A comprehensive guide to understanding and implementing routing in Magento 2.

Table of Contents

  1. Introduction
  2. How Routing Works
  3. Route Configuration
  4. Controllers
  5. URL Structure
  6. Route Parameters
  7. URL Rewriting
  8. Custom Routers
  9. Practical Examples
  10. Best Practices

Introduction

What is Routing?

Routing in Magento 2 is the mechanism that maps URLs to controller actions.
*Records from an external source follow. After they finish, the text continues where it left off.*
"""Monthly-median F2 layer for one site and UTC day from the International Reference Ionosphere.

The IRI's CCIR maps as PyIRI implements them (PyIRI ships the coefficient maps, so nothing is
fetched at run time), evaluated by :mod:`fieldkit.sky.iri_maps` from the compact tables of
:mod:`fieldkit.sky.iri_tables`: the numbers are PyIRI's to the last bit, without importing PyIRI,
scipy or matplotlib, so a cold `fieldkit sky` costs a few tens of milliseconds here instead of about
a second. Results are also kept in memory per site, day and solar flux.

References
----------
.. [1] V. Forsythe et al., "PyIRI: Whole-Globe Approach to the International Reference Ionosphere
   Modeling Implemented in Python", Space Weather 22, 2024, doi:10.1029/2023SW003739.
.. [2] D. Bilitza et al., "The International Reference Ionosphere model: A review and description of
   an ionospheric benchmark", Reviews of Geophysics 60, 2022, doi:10.1029/2022RG000792.
.. [3] ITU-R P.533-14, §5.1 (mirror reflection height from M(3000)F2).
"""

from __future__ import annotations

import datetime as dt
import functools
from dataclasses import dataclass

import numpy as np

from fieldkit.sky import igrf, iri_maps, iri_tables
from fieldkit.sky.path_geometry import reflection_height_km

GYRO_HZ_PER_TESLA = 2.7992e10  # e / (2 pi m_e); CODATA 2018
ABSORPTION_FIELD_HEIGHT_KM = 100.0  # gyrofrequency taken near 100 km; ITU-R P.533 §5.3


@dataclass(frozen=True)
class SkyEstimate:
    """Hourly monthly-median F2 parameters at one site (arrays of length ``len(hours_utc)``).

    Attributes
    ----------
    hours_utc : ndarray
        Hours after 00:00 UTC [h].
    fof2_mhz : ndarray
        F2 critical frequency [MHz].
    hmf2_km : ndarray
        Height of the F2 peak [km].
    m3000 : ndarray
        Propagation factor M(3000)F2 (dimensionless).
    reflection_height_km : ndarray
        Mirror reflection height ``1490/M(3000)F2 - 176`` [km] (ITU-R P.533 §5.1).
    foe_mhz : ndarray
        E-layer critical frequency [MHz].
    gyro_frequency_mhz : float
        Electron gyrofrequency at 100 km above the site from IGRF [MHz].
    """

    hours_utc: np.ndarray
    fof2_mhz: np.ndarray
    hmf2_km: np.ndarray
    m3000: np.ndarray
    reflection_height_km: np.ndarray
    foe_mhz: np.ndarray
    gyro_frequency_mhz: float


def _decimal_year(day: dt.date) -> float:
    start = dt.date(day.year, 1, 1)
    length = (dt.date(day.year + 1, 1, 1) - start).days
    return day.year + (day - start).days / length


@functools.lru_cache(maxsize=64)
def _gyro_frequency_mhz(lat_deg: float, lon_deg: float, decimal_year: float) -> float:
    _, total = igrf.field(
        iri_tables.load().igrf,
        decimal_year=decimal_year,
        lat_deg=np.array([lat_deg]),
        lon_deg=np.array([lon_deg]),
        height_km=ABSORPTION_FIELD_HEIGHT_KM,
    )
    total_nt = float(total[0])
    return GYRO_HZ_PER_TESLA * total_nt * 1e-9 / 1e6


@functools.lru_cache(maxsize=64)
def _estimate(
    day: dt.date, lat_deg: float, lon_deg: float, f107: float, hours: tuple
) -> SkyEstimate:
    hours_utc = np.array(hours, dtype=float)
    peaks = iri_maps.peak_parameters(
        iri_tables.load(), day=day, hours_utc=hours_utc, lat_deg=lat_deg, lon_deg=lon_deg, f107=f107
    )
    m3000 = peaks.m3000
    result = SkyEstimate(
        hours_utc=hours_utc,
        fof2_mhz=peaks.fof2_mhz,
        hmf2_km=peaks.hmf2_km,
        m3000=m3000,
        reflection_height_km=reflection_height_km(m3000=m3000),
        foe_mhz=peaks.foe_mhz,
        gyro_frequency_mhz=_gyro_frequency_mhz(lat_deg, lon_deg, _decimal_year(day)),
    )
    for a in (result.hours_utc, result.fof2_mhz, result.hmf2_km, result.m3000):
        a.setflags(write=False)
    result.reflection_height_km.setflags(write=False)
    result.foe_mhz.setflags(write=False)
    return result


def sky_estimate(
    *, day: dt.date, lat_deg: float, lon_deg: float, f107: float, hours_utc=tuple(range(24))
) -> SkyEstimate:
    """Monthly-median foF2, hmF2 and M(3000)F2 per hour from IRI (CCIR maps, as PyIRI).

    Parameters
    ----------
    day : datetime.date
        UTC day; PyIRI interpolates between the medians of the two nearest months.
    lat_deg, lon_deg : float
        Geographic latitude and longitude (east positive) [deg].
    f107 : float
        Solar radio flux F10.7 [sfu] (PyIRI converts it to IG12 for foF2).
    hours_utc : sequence of float
        Hours after 00:00 UTC [h].

    Returns
    -------
    SkyEstimate
        Read-only arrays (the result is cached and shared).

    Notes
    -----
    These are monthly medians: on a given day foF2 commonly lies within about +/-20 % of them.

    References
    ----------
    Forsythe et al. (2024) [1]_; Bilitza et al. (2022) [2]_; ITU-R P.533-14 §5.1 [3]_.
    """
    return _estimate(
        day, float(lat_deg), float(lon_deg), float(f107), tuple(float(h) for h in hours_utc)
    )
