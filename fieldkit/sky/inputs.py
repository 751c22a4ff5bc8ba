"""Validation of the `fieldkit sky` input: every bad value is refused with the field named."""

from __future__ import annotations

import datetime as dt
import re
from dataclasses import dataclass
from typing import Any

from fieldkit.errors import InputError, array, choice, join, number, require_mapping
from fieldkit.fields import Field, Record, nested, num, string
from fieldkit.model_fields import MODEL, ground_field
from fieldkit.sky.noise import NOISE_ENVIRONMENTS
from fieldkit.sky.solar import f107_from_sunspot
from fieldkit.sky.sounding import Sounding

MIN_CHANNEL_MHZ = 1.8  # the HF range fieldkit plans for (issue 4)
MAX_CHANNEL_MHZ = 30.0
MAX_CHANNELS = 24
# F10.7 monthly means seen since 1947 lie between about 64 and 370 sfu (from memory); the IRI maps
# are interpolated between IG12 = 0 and 100 and extrapolate beyond, so refuse what no sun produces.
MIN_F107 = 60.0
MAX_F107 = 400.0
MAX_SUNSPOT = 400.0
MIN_YEAR, MAX_YEAR = 1958, 2050  # IGRF-13 (in PyIRI) covers 1900-2025 and is extrapolated after

# Amateur-band presets (ITU Radio Regulations Art. 5; 60 m: WRC-15, 5351.5-5366.5 kHz): one
# representative NVIS channel each, for operators who type a band instead of a frequency.
BAND_PRESETS_MHZ = {"80m": 3.6, "60m": 5.3595, "40m": 7.1}


@dataclass(frozen=True)
class Mode:
    """Emission mode: receiver bandwidth [Hz] and the signal-to-noise it needs in that bandwidth [dB]."""

    name: str
    bandwidth_hz: float
    required_snr_db: float
    source: str


# common practice, no single source: SNR for just-usable copy by trained operators
MODES = {
    "ssb": Mode("ssb", 2700.0, 10.0, "common practice: SSB voice, 2.7 kHz, just usable at ~10 dB"),
    "cw": Mode("cw", 500.0, 3.0, "common practice: CW by ear, 500 Hz filter, ~3 dB"),
    "am": Mode("am", 6000.0, 20.0, "common practice: AM voice, 6 kHz, ~20 dB"),
    "fm": Mode(
        "fm", 12000.0, 12.0, "common practice: narrow-band FM voice, ~12 kHz, threshold ~12 dB"
    ),
    "data": Mode(
        "data", 2700.0, 5.0, "common practice: robust HF data modem in a voice channel, ~5 dB"
    ),
}


@dataclass(frozen=True)
class Schedule:
    """A window of the day, inclusive hour samples; wraps past midnight when end < start."""

    start_utc_h: float
    end_utc_h: float
    distances_km: tuple[float, ...] | None
    start_text: str
    end_text: str


@dataclass(frozen=True)
class SkySpec:
    lat_deg: float
    lon_deg: float
    utc_offset_h: float | None
    ground: Any  # engine ground spec (preset name or constants), passed to the engine as given
    day: dt.date
    f107: float
    sunspot_number: float | None
    solar_given: str
    channels_mhz: tuple[float, ...]
    sounding: Sounding | None
    antenna: dict | None
    power_w: float
    mode: Mode
    noise_environment: str
    schedule: Schedule | None
    defaults_used: tuple[str, ...]


DEFAULTS = {"power_w": 100.0, "mode": "ssb", "noise_environment": "rural"}
SKY_SITE = Record(
    "SkySite",
    (
        num(
            "lat_deg",
            "deg",
            -90,
            90,
            required=True,
            missing="required: the site's latitude and longitude in degrees",
        ),
        num(
            "lon_deg",
            "deg",
            -180,
            180,
            required=True,
            missing="required: the site's latitude and longitude in degrees",
        ),
        num("utc_offset_h", "h", -12, 14),
        ground_field(description="only without an antenna (then it goes in the antenna spec)"),
    ),
    "where the sky is estimated",
)
SOLAR = Record(
    "Solar",
    (
        num(
            "f107", "sfu", MIN_F107, MAX_F107, description="monthly mean F10.7 (or sunspot_number)"
        ),
        num("sunspot_number", "", 0, MAX_SUNSPOT, description="smoothed R12 (or f107)"),
    ),
    "solar activity: exactly one of f107 or sunspot_number",
    one_of=(("f107", "sunspot_number"),),
)
SOUNDING = Record(
    "Sounding",
    (
        num("hour_utc", "h", 0, description="below 24; without it the reading holds all day"),
        num(
            "fof2_mhz", "MHz", 0.5, 20, required=True, missing="required: the observed foF2 in MHz"
        ),
        num(
            "virtual_height_km",
            "km",
            150,
            800,
            required=True,
            missing="required: the observed virtual height h'F in km",
        ),
        num("hmf2_km", "km", 150, 800),
        num("muf3000_mhz", "MHz", hi=80, description="at least fof2_mhz"),
    ),
    "an ionosonde reading",
)
SKY_SCHEDULE = Record(
    "SkySchedule",
    (
        string("start_utc", required=True, missing="required: a UTC time as HH:MM"),
        string("end_utc", required=True, missing="required: a UTC time as HH:MM"),
        num("distances_km", "km", 0, 600, many=True, schema={"minItems": 1, "maxItems": 20}),
    ),
    "the operating window (UTC) and the distances to reach",
)
_REQUIRED = "required field is missing"
SKY = Record(
    "SkySpec",
    (
        nested("site", SKY_SITE, required=True, missing=_REQUIRED),
        string("date", required=True, missing=_REQUIRED, schema={"format": "date"}),
        nested("solar", SOLAR, required=True, missing=_REQUIRED),
        Field(
            "channels_mhz",
            required=True,
            missing=_REQUIRED,
            schema={
                "type": "array",
                "minItems": 1,
                "maxItems": MAX_CHANNELS,
                "items": {
                    "oneOf": [
                        {"type": "number", "minimum": MIN_CHANNEL_MHZ, "maximum": MAX_CHANNEL_MHZ},
                        {"type": "string", "enum": list(BAND_PRESETS_MHZ)},
                    ]
                },
            },
        ),
        nested("sounding", SOUNDING),
        nested(
            "antenna",
            MODEL.variant(
                "SkyAntenna",
                one_of=(),
                description="a model spec; the sky layer solves it at each channel",
            ),
        ),
        num("power_w", "W", 0, 100000, exclusive_minimum=True, description="default 100 W"),
        string("mode", *MODES, description="default ssb"),
        string("noise_environment", *NOISE_ENVIRONMENTS, description="default rural"),
        num("bandwidth_hz", "Hz", 10, 20000),
        num("required_snr_db", "dB", -30, 60),
        nested("schedule", SKY_SCHEDULE),
    ),
    "the `fieldkit sky` input",
)
TOP_KEYS = SKY.names


def parse_date(value: Any, field: str) -> dt.date:
    """A UTC day as YYYY-MM-DD, between the years the sky estimate covers."""
    if not isinstance(value, str) or not re.fullmatch(r"\d{4}-\d{2}-\d{2}", value):
        raise InputError(field, f"expected a date as YYYY-MM-DD, got {value!r}", value=value)
    try:
        day = dt.date.fromisoformat(value)
    except ValueError:
        raise InputError(
            field, f"{value!r} is not a calendar date (YYYY-MM-DD)", value=value
        ) from None
    if not MIN_YEAR <= day.year <= MAX_YEAR:
        raise InputError(
            field, f"expected a year from {MIN_YEAR} to {MAX_YEAR}, got {day.year}", value=value
        )
    return day


def _clock(value: Any, field: str) -> float:
    m = re.fullmatch(r"(\d{1,2}):(\d{2})", value) if isinstance(value, str) else None
    if (
        not m
        or int(m.group(1)) > 24
        or int(m.group(2)) > 59
        or (int(m.group(1)) == 24 and int(m.group(2)))
    ):
        raise InputError(
            field, f"expected a UTC time as HH:MM (00:00-24:00), got {value!r}", value=value
        )
    return int(m.group(1)) + int(m.group(2)) / 60.0


def _site(value: Any) -> tuple[float, float, float | None, Any]:
    site = require_mapping(value, "site")
    SKY_SITE.check(site, "site")
    SKY_SITE.require(site, "site")
    lat = SKY_SITE.number(site, "site", "lat_deg")
    lon = SKY_SITE.number(site, "site", "lon_deg")
    offset = None
    if "utc_offset_h" in site:
        offset = SKY_SITE.number(site, "site", "utc_offset_h")
    ground = site.get("ground")
    if ground is not None:
        from fieldkit.antenna import parse_ground

        parse_ground(ground, field="site.ground")  # refuse a bad ground before any solving
    return lat, lon, offset, ground


def _solar(value: Any) -> tuple[float, float | None, str]:
    solar = require_mapping(value, "solar")
    SOLAR.check(solar, "solar")
    if len(solar) != 1:
        raise InputError(
            "solar", "expected exactly one of f107 (sfu) or sunspot_number (R12)", value=solar
        )
    if "f107" in solar:
        f107 = SOLAR.number(solar, "solar", "f107")
        return f107, None, "f107"
    r12 = SOLAR.number(solar, "solar", "sunspot_number")
    return f107_from_sunspot(sunspot_number=r12), r12, "sunspot_number"


def _channels(value: Any) -> tuple[float, ...]:
    items = array(value, "channels_mhz", min_items=1, max_items=MAX_CHANNELS)
    out = []
    for i, item in enumerate(items):
        field = join("channels_mhz", i)
        if isinstance(item, str):
            out.append(BAND_PRESETS_MHZ[choice(item, field, BAND_PRESETS_MHZ)])
        else:
            out.append(
                number(item, field, unit="MHz", minimum=MIN_CHANNEL_MHZ, maximum=MAX_CHANNEL_MHZ)
            )
    return tuple(out)


def _sounding(value: Any) -> Sounding:
    s = require_mapping(value, "sounding")
    SOUNDING.check(s, "sounding")
    SOUNDING.require(s, "sounding")
    hour = None  # without its hour the reading is taken for the whole day (contract example)
    if "hour_utc" in s:
        hour = SOUNDING.number(s, "sounding", "hour_utc")
        if hour >= 24:
            raise InputError(
                "sounding.hour_utc", f"expected an hour below 24, got {hour:g}", value=hour
            )
    fof2 = SOUNDING.number(s, "sounding", "fof2_mhz")
    hv = SOUNDING.number(s, "sounding", "virtual_height_km")
    hm = SOUNDING.number(s, "sounding", "hmf2_km") if "hmf2_km" in s else None
    muf = None
    if "muf3000_mhz" in s:
        muf = number(s["muf3000_mhz"], "sounding.muf3000_mhz", unit="MHz", minimum=fof2, maximum=80)
    return Sounding(hour_utc=hour, fof2_mhz=fof2, virtual_height_km=hv, hmf2_km=hm, muf3000_mhz=muf)


def _schedule(value: Any) -> Schedule:
    s = require_mapping(value, "schedule")
    SKY_SCHEDULE.check(s, "schedule")
    SKY_SCHEDULE.require(s, "schedule")
    start = _clock(s["start_utc"], "schedule.start_utc")
    end = _clock(s["end_utc"], "schedule.end_utc")
    distances = None
    if "distances_km" in s:
        items = array(s["distances_km"], "schedule.distances_km", min_items=1, max_items=20)
        distances = tuple(
            SKY_SCHEDULE.field("distances_km").read_number(d, join("schedule.distances_km", i))
            for i, d in enumerate(items)
        )
    return window(start, end, distances, s["start_utc"], s["end_utc"])


def window(
    start_h: float,
    end_h: float,
    distances_km: tuple[float, ...] | None,
    start_text: str,
    end_text: str,
) -> Schedule:
    """A schedule from its ends in hours (UTC, 0–24): 24:00 stays the end of the day [h]."""
    return Schedule(
        start_h % 24.0, end_h % 24.0 if end_h < 24 else 24.0, distances_km, start_text, end_text
    )


def parse_sky_spec(spec: Any) -> SkySpec:
    """Validate a `fieldkit sky` input object and return it as a :class:`SkySpec`.

    Raises
    ------
    fieldkit.errors.InputError
        Naming the first bad field and what is expected.
    """
    spec = require_mapping(spec, "")
    SKY.check(spec, "")
    SKY.require(spec, "")
    lat, lon, offset, ground = _site(spec["site"])
    day = parse_date(spec["date"], "date")
    f107, r12, solar_given = _solar(spec["solar"])
    channels = _channels(spec["channels_mhz"])
    sounding = _sounding(spec["sounding"]) if "sounding" in spec else None
    antenna = None
    if "antenna" in spec:
        antenna = dict(require_mapping(spec["antenna"], "antenna"))
        if ground is not None:
            raise InputError(
                "site.ground", "give the ground inside the antenna spec when an antenna is given"
            )
    defaults_used = tuple(k for k in DEFAULTS if k not in spec)
    power = SKY.number(spec, "", "power_w", default=DEFAULTS["power_w"])
    mode_name = choice(spec.get("mode", DEFAULTS["mode"]), "mode", MODES)
    mode = MODES[mode_name]
    if "bandwidth_hz" in spec or "required_snr_db" in spec:
        bandwidth = mode.bandwidth_hz
        required = mode.required_snr_db
        if "bandwidth_hz" in spec:
            bandwidth = SKY.number(spec, "", "bandwidth_hz")
        if "required_snr_db" in spec:
            required = SKY.number(spec, "", "required_snr_db")
        mode = Mode(mode.name, bandwidth, required, "given by the operator")
    environment = choice(
        spec.get("noise_environment", DEFAULTS["noise_environment"]),
        "noise_environment",
        NOISE_ENVIRONMENTS,
    )
    schedule = _schedule(spec["schedule"]) if "schedule" in spec else None
    return SkySpec(
        lat_deg=lat,
        lon_deg=lon,
        utc_offset_h=offset,
        ground=ground,
        day=day,
        f107=f107,
        sunspot_number=r12,
        solar_given=solar_given,
        channels_mhz=channels,
        sounding=sounding,
        antenna=antenna,
        power_w=power,
        mode=mode,
        noise_environment=environment,
        schedule=schedule,
        defaults_used=defaults_used,
    )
When a user visits a URL, Magento's routing system:

  1. Parses the URL
  2. Identifies the appropriate router
  3. Finds the matching route
  4. Executes the corresponding controller action

Why is Routing Important?

  • URL Structure - Creates clean, SEO-friendly URLs
  • Module Organization - Maps URLs to specific modules
  • Request Handling - Directs requests to appropriate controllers
  • Customization - Allows overriding and extending default behavior

Route Types

Magento 2 has different routers for different areas:

Router Area ID Purpose
Standard Router Frontend standard Public-facing pages
Admin Router Backend admin Admin panel pages
URL Rewrite Router Both N/A SEO-friendly URLs
Default Router Both N/A CMS pages, 404 handling

How Routing Works

Routing Flow

User Request → FrontController → Router Collection → Match Router → Execute Controller

Step-by-Step Process:

  1. Request received - User visits URL like /blog/post/view/id/5
  2. Front Controller - Magento\Framework\App\FrontController receives request
  3. Router Collection - Loops through registered routers
  4. Router Matching - Each router tries to match the URL
  5. Route Found - Matching router processes the request
  6. Controller Execution - Controller action executes
  7. Response - Result is returned to user

URL Format

Standard Magento 2 URL structure:

https://example.com/frontName/controllerName/actionName/param1/value1/param2/value2

Example:

https://example.com/catalog/product/view/id/123
                      ↓        ↓       ↓    ↓   ↓
                  frontName controller action key value

Router Priority

Routers are executed in a specific order:

  1. Custom Routers (highest priority)
  2. Admin Router - admin routes
  3. Standard Router - standard routes
  4. URL Rewrite Router - SEO URLs
  5. CMS Router - CMS pages
  6. Default Router - 404 handling (lowest priority)

Route Configuration

Creating routes.xml

Routes are defined in routes.xml files located in your module's etc directory.

Frontend Routes

File: app/code/Vendor/Module/etc/frontend/routes.xml

<?xml version="1.0"?>
<config xmlns:xsi="http://www.w3.org/2001/XMLSchema-instance"
        xsi:noNamespaceSchemaLocation="urn:magento:framework:App/etc/routes.xsd">
    <router id="standard">
        <route id="vendor_module" frontName="blog">
            <module name="Vendor_Module" />
        </route>
    </router>
</config>

URL Result: https://example.com/blog/...

Admin Routes

File: app/code/Vendor/Module/etc/adminhtml/routes.xml

<?xml version="1.0"?>
<config xmlns:xsi="http://www.w3.org/2001/XMLSchema-instance"
        xsi:noNamespaceSchemaLocation="urn:magento:framework:App/etc/routes.xsd">
    <router id="admin">
        <route id="vendor_module" frontName="blog">
            <module name="Vendor_Module" />
        </route>
    </router>
</config>

URL Result: https://example.com/admin/blog/...

Configuration Attributes

Attribute Description Example
id Unique route identifier vendor_module
frontName URL segment blog
module Module name Vendor_Module
before Load before specified module before="Magento_Customer"
after Load after specified module after="Magento_Cms"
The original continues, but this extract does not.